If we have already captured a biometric sample, we need to extract a biometric template. Outside of extracting template successfully, there are two other possibilities. After capture the biometric sample is sent to the feature extraction module for processing. If the captured sample is of poor quality, the feature extraction algorithm may fail to extract a usable feature set. Common causes could be diseases or conditions that deteriorate a person’s biometric trait. In some cases, the quality of the biometric template extracted from the biometric sample may be so poor that the user is asked to present the biometric data again. Regardless of the cause – if it is an extractor failure or QA decision - these errors are known as Failure to Process (FTP).

Failure to Acquire (FTA)

Failure to accept for subsequent comparison the output of a biometric capture process, a biometric sample of the biometric characteristic of interest.

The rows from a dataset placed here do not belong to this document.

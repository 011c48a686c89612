using ScopeReader.Readings;

namespace ScopeReader.Harmonics;

internal sealed partial class TraceLevels
{
    // A neighbour this far down on both sides: points are half of a resolution bandwidth apart, and three barely lie on the line.
    private const double SharpestBend = 6.5;

    // What a filter that is not Gaussian does to the parabola, by four synchronously tuned poles: 0.03 dB at three points in its
    // -3 dB width, 0.13 at two, as the square of the bend; and under a tenth of a point in frequency, sweep asymmetry included.
    private const double LevelBiasPerSquareBend = 0.005, OffsetBias = 0.1;

    /// <summary>True where a point is higher than its neighbours.</summary>
    public bool IsTop(int index) => index > 0 && index < _levels.Length - 1 && _levels[index] >= _levels[index - 1] && _levels[index] >= _levels[index + 1];

    /// <summary>True where a point is higher than noise alone would be anywhere on the trace.</summary>
    public bool StandsOut(int index) => _levels[index] > Noise(index).Threshold(_levels.Length);

    /// <summary>The strongest line after the start of the span; null where none stands out or too few points lie on it.</summary>
    public TraceLine? Strongest()
    {
        int from = AfterFeedThrough(), top = Highest(Math.Min(from, Count - 2), Count - 2);
        return StandsOut(top) ? Line(top) : null;
    }

    /// <summary>Uncertainty of one point's level as it stands, dB.</summary>
    public IEnumerable<BudgetTerm> PointTerms(int index)
    {
        TraceNoise noise = Noise(index);
        yield return BudgetTerm.Normal("noise", noise.Of(Math.Max(noise.MeanDb, _levels[index])));
        yield return BudgetTerm.Rectangular("level-resolution", _step / 2);
    }

    /// <summary>The line whose highest point is known; null where too few points lie on it.</summary>
    public TraceLine? Line(int top)
    {
        if (top < 1 || top > _levels.Length - 2)
            return null;
        double before = _levels[top - 1], middle = _levels[top], after = _levels[top + 1];
        PeakParabola peak = PeakParabola.Through(before, middle, after);
        if (peak.Bend == 0 || peak.Bend < -SharpestBend)
            return null;
        TraceNoise noise = Noise(top);
        double level = noise.MeanDb < peak.Level ? Decibels.WithoutNoise(peak.Level, noise.MeanDb) : peak.Level;
        double spacing = (_frequencies[top + 1] - _frequencies[top - 1]) / 2, rounding = _step / Math.Sqrt(12);
        double u = noise.Of(level), ub = Side(before), ua = Side(after);
        return new TraceLine(_frequencies[top] + peak.Offset * spacing, level,
            [
                BudgetTerm.Normal("noise", spacing * peak.OffsetUncertainty(ub, u, ua)),
                BudgetTerm.Normal("level-resolution", spacing * peak.OffsetUncertainty(rounding, rounding, rounding)),
                BudgetTerm.Rectangular("point-spacing", OffsetBias * spacing),
            ],
            [
                BudgetTerm.Normal("noise", peak.LevelUncertainty(ub, u, ua)),
                BudgetTerm.Normal("level-resolution", peak.LevelUncertainty(rounding, rounding, rounding)),
                BudgetTerm.Rectangular("point-spacing", LevelBiasPerSquareBend * peak.Bend * peak.Bend),
            ]);

        double Side(double read) => noise.Of(Math.Max(noise.MeanDb, read));
    }
}
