using ScopeReader.Numerics;
using ScopeReader.Readings;

namespace ScopeReader.Harmonics;

/// <summary>The pulse that a measured wave would be, were it ideal: its duty factor, and Gaussian edges of its rise and fall times.</summary>
/// <param name="Duty">High time over period.</param>
/// <param name="RiseSigma">Standard deviation of the rising edge, periods.</param>
/// <param name="FallSigma">Of the falling edge.</param>
internal sealed record ExpectedPulse(double Duty, double RiseSigma, double FallSigma)
{
    // Edges that fill the period leave no states: a sine's take 0.59 of it.
    private const double LongestEdges = 0.5;

    /// <summary>The pulse of what the sheet has; null where the wave is none.</summary>
    public static ExpectedPulse? Of(WaveformJob job)
    {
        if (job.Sheet.Primary(Quantities.DutyFactor) is not { Value: > 0 and < 100 } duty || job.Sheet.Primary(Quantities.Period) is not { Value: > 0 } period
            || job.Sheet.Primary(Quantities.RiseTime) is not { } rise || job.Sheet.Primary(Quantities.FallTime) is not { } fall
            || (rise.Value + fall.Value) / period.Value > LongestEdges)
            return null;
        // A Gaussian edge takes 2.563 of its standard deviations from 10 to 90 %.
        double widths = BoundedNormal.NormalQuantile(job.Plan.Levels.ReferenceHighPercent / 100) - BoundedNormal.NormalQuantile(job.Plan.Levels.ReferenceLowPercent / 100);
        return new ExpectedPulse(duty.Value / 100, rise.Value / period.Value / widths, fall.Value / period.Value / widths);
    }

    /// <summary>Level of a harmonic of it, dBc; null where it has none to speak of.</summary>
    public double? LevelDbc(int order) => IdealPulse.EdgedLevelDbc(Duty, RiseSigma, FallSigma, order) is var level && double.IsFinite(level) ? level : null;
}
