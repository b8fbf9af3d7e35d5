"""N = 2: the density stands on the line of λ_1, and the weights hang below it as stems."""

from __future__ import annotations

import numpy as np
from matplotlib.figure import Figure
from matplotlib.ticker import MaxNLocator

from simplexcub.picture import style
from simplexcub.picture.density import density, on_the_line
from simplexcub.picture.orbits import node_orbits, on_chamber
from simplexcub.picture.title import areas_note, title
from simplexcub.rule import Rule

SIZE = (style.COLUMN, 2.8)


def paint(figure: Figure, rule: Rule) -> None:
    """Density above, stems below, with one horizontal axis between them."""
    low = 0.5 if on_chamber(rule) else 0.0
    style.heading(figure, title(rule), areas_note(rule, stems=True))
    above = figure.add_axes((0.13, 0.55, 0.84, 0.36))
    below = figure.add_axes((0.13, 0.2, 0.84, 0.35))
    f = density(rule.measure)
    if f is not None:
        x, values = on_the_line(f, low)
        # An unbounded density is cut where it would hide the rest.
        top = min(float(values.max()), 4 * float(np.median(values)) + 1)
        above.fill_between(x, values, color=style.SHADES[2], linewidth=0)
        above.plot(x, values, color=style.INK, linewidth=0.8)
        above.set_ylim(0, 1.08 * top)
    above.set_ylabel("density")
    above.yaxis.set_major_locator(MaxNLocator(4, prune="lower"))
    above.tick_params(labelbottom=False, length=2)
    for axes in (above, below):
        axes.set_xlim(low - 0.02 * (1 - low), 1 + 0.02 * (1 - low))
        axes.spines["right"].set_visible(False)
        axes.spines["bottom" if axes is below else "top"].set_visible(False)
    below.spines["top"].set_linewidth(1.0)
    above.spines["bottom"].set_visible(False)
    above.tick_params(bottom=False)
    for k, orbit in enumerate(node_orbits(rule)):
        shape, colour = style.mark(k)
        for i in orbit.nodes:
            at, weight = rule.nodes[i, 0], rule.weights[i]
            below.plot([at, at], [0, weight], color=style.INK, linewidth=0.7, zorder=2)
        points = rule.nodes[orbit.nodes, 0], rule.weights[orbit.nodes]
        size = 14.0 / style.unit_area(shape)
        x, y = points
        below.scatter(x, y, s=size, marker=shape, c=colour, edgecolors=style.INK, linewidths=0.6, zorder=3)
    least, most = min(0.0, float(rule.weights.min())), max(0.0, float(rule.weights.max()))
    below.set_ylim(most + 0.14 * (most - least), least - (0.14 * (most - least) if least else 0))
    below.set_ylabel("weight")
    below.yaxis.set_major_locator(MaxNLocator(4, prune="lower"))
    below.tick_params(axis="x", top=True, labeltop=False, labelbottom=True, bottom=False, length=2)
    below.tick_params(axis="y", length=2)
    below.set_xlabel(r"$\lambda_1 = 1-\lambda_2$", labelpad=1)
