"""The error of the shipped rules on a function, against its exact mean or else against the best rule."""

from __future__ import annotations

import math
from collections.abc import Sequence
from dataclasses import dataclass

from mpmath import mpf

from simplexcub.average.exact import exact_mean
from simplexcub.average.functions import SpectralFunction
from simplexcub.errors import InputError, NothingFound
from simplexcub.measures import Measure
from simplexcub.rule import Rule
from simplexcub.table import catalogue, load

_DIGITS = 30
_FEWEST = 2


@dataclass(frozen=True)
class Error:
    """What one rule makes of a function.

    Attributes
    ----------
    degree, nodes : int
    value, error : float
        The rule's mean of the function, and its distance from the reference.
    """

    degree: int
    nodes: int
    value: float
    error: float


@dataclass(frozen=True)
class Errors:
    """Errors of rules of rising degree.

    Attributes
    ----------
    rules : tuple of Error
    reference : float
    exact : bool
        Whether the reference is the mean itself; if not, it is the value of the last rule, which is left out.
    spread : float
        Standard deviation of the function under the measure, by the last rule.
    """

    rules: tuple[Error, ...]
    reference: float
    exact: bool
    spread: float


def measure_errors(f: SpectralFunction, measure: Measure) -> Errors:
    """Errors of the cheapest shipped rule of each degree.

    Raises
    ------
    NothingFound
        Fewer than two rules are shipped for the measure.

    Examples
    --------
    >>> from simplexcub.average.functions import spectral_function
    >>> from simplexcub.measures import hilbert_schmidt
    >>> found = measure_errors(spectral_function("von-neumann"), hilbert_schmidt(2))
    >>> found.exact, round(found.reference, 15), found.rules[-1].error < 2e-5
    (True, 0.333333333333333, True)
    """
    rules = _ladder(measure)
    known = _closed_form(f, measure)
    needed = _FEWEST + (known is None)
    if len(rules) < needed:
        raise NothingFound(
            f"ladder of rules for {measure}",
            f"{len(rules)} shipped, {needed} needed",
            "See 'simplexcub tables' for the measures with shipped rules.",
        )
    values = [float(rule.weights @ f(rule.nodes)) for rule in rules]
    best = rules[-1]
    second = float(best.weights @ f(best.nodes) ** 2)
    reference = values[-1] if known is None else known
    kept = len(rules) - (known is None)
    found = tuple(
        Error(rule.degree, len(rule), value, abs(value - reference))
        for rule, value in list(zip(rules, values, strict=True))[:kept]
    )
    return Errors(found, reference, known is not None, math.sqrt(max(second - values[-1] ** 2, 0.0)))


def _ladder(measure: Measure) -> Sequence[Rule]:
    """The cheapest shipped rule of each degree, as long as a higher degree does not come with fewer nodes."""
    record = measure.parameters()
    lines = [item for item in catalogue(N=measure.N, space="all") if item.measure == record]
    rules = {}
    for degree in sorted({item.degree for item in lines}):
        rule = load(measure, degree=degree)
        rules[rule.degree] = rule
    return [rules[degree] for degree in sorted(rules)]


def _closed_form(f: SpectralFunction, measure: Measure) -> float | None:
    """The exact mean where there is a formula: polynomials, entropies and power sums."""
    exact = exact_mean(f, measure)
    if exact is not None:
        return float(exact)
    try:
        if f.name == "von-neumann":
            return float(measure.entropy().value(_DIGITS))
        family, _, order = f.name.rpartition("-")
        if family == "power-sum":
            return float(measure.power_mean(order, dps=_DIGITS))
        if family == "tsallis":
            power: mpf = measure.power_mean(order, dps=_DIGITS)
            return float((1 - power) / (mpf(order) - 1))
    except InputError:  # no closed form for this measure or this order
        return None
    return None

Each of the enrollment errors mentioned earlier are important to consider for workflow of biometric enrollment. However, it is often not effective to measure all these errors separately, especially in a benchmark comparing two different biometric systems. The three types of errors (FTD, FTC, and FTP) mentioned in previous sections are often combined into one single measure called the Failure to Acquire. A high FTA rate will affect the throughput of the resulting biometric system and increase user frustration. One way to lower FTA is by lowering QA requirements of the capture and feature extraction modules, such as changing the quality requirements for a succesful enrollment - changing the minimum face size or face image quality. But this will put additional burden on the later modules - such as comparison. The FTA error rate is important measure for enrollment, verification and identification operations.

Failure to Enroll (FTE)

Failure to create and store a biometric enrollment data record for an eligible biometric capture subject, in accordance with a biometric enrollment policy.

As the result of an enrollment operation is a biometric template stored, so that it can be later accessed, overall success of enrollment is often measured only as success rate of template storage. The Failure to Enroll (FTE) rate denotes the proportion of users that cannot be successfully enrolled in a biometric system. Outside of failures mentioned, users, that do not possess given modality, like missing finger or an eye, are also calculated into the FTE. There is a tradeoff between the FTE rate and the error rates of the comparison. If the QA rules are disabled, then templates can be created from poor quality samples, but such noisy templates would result in higher comparison errors.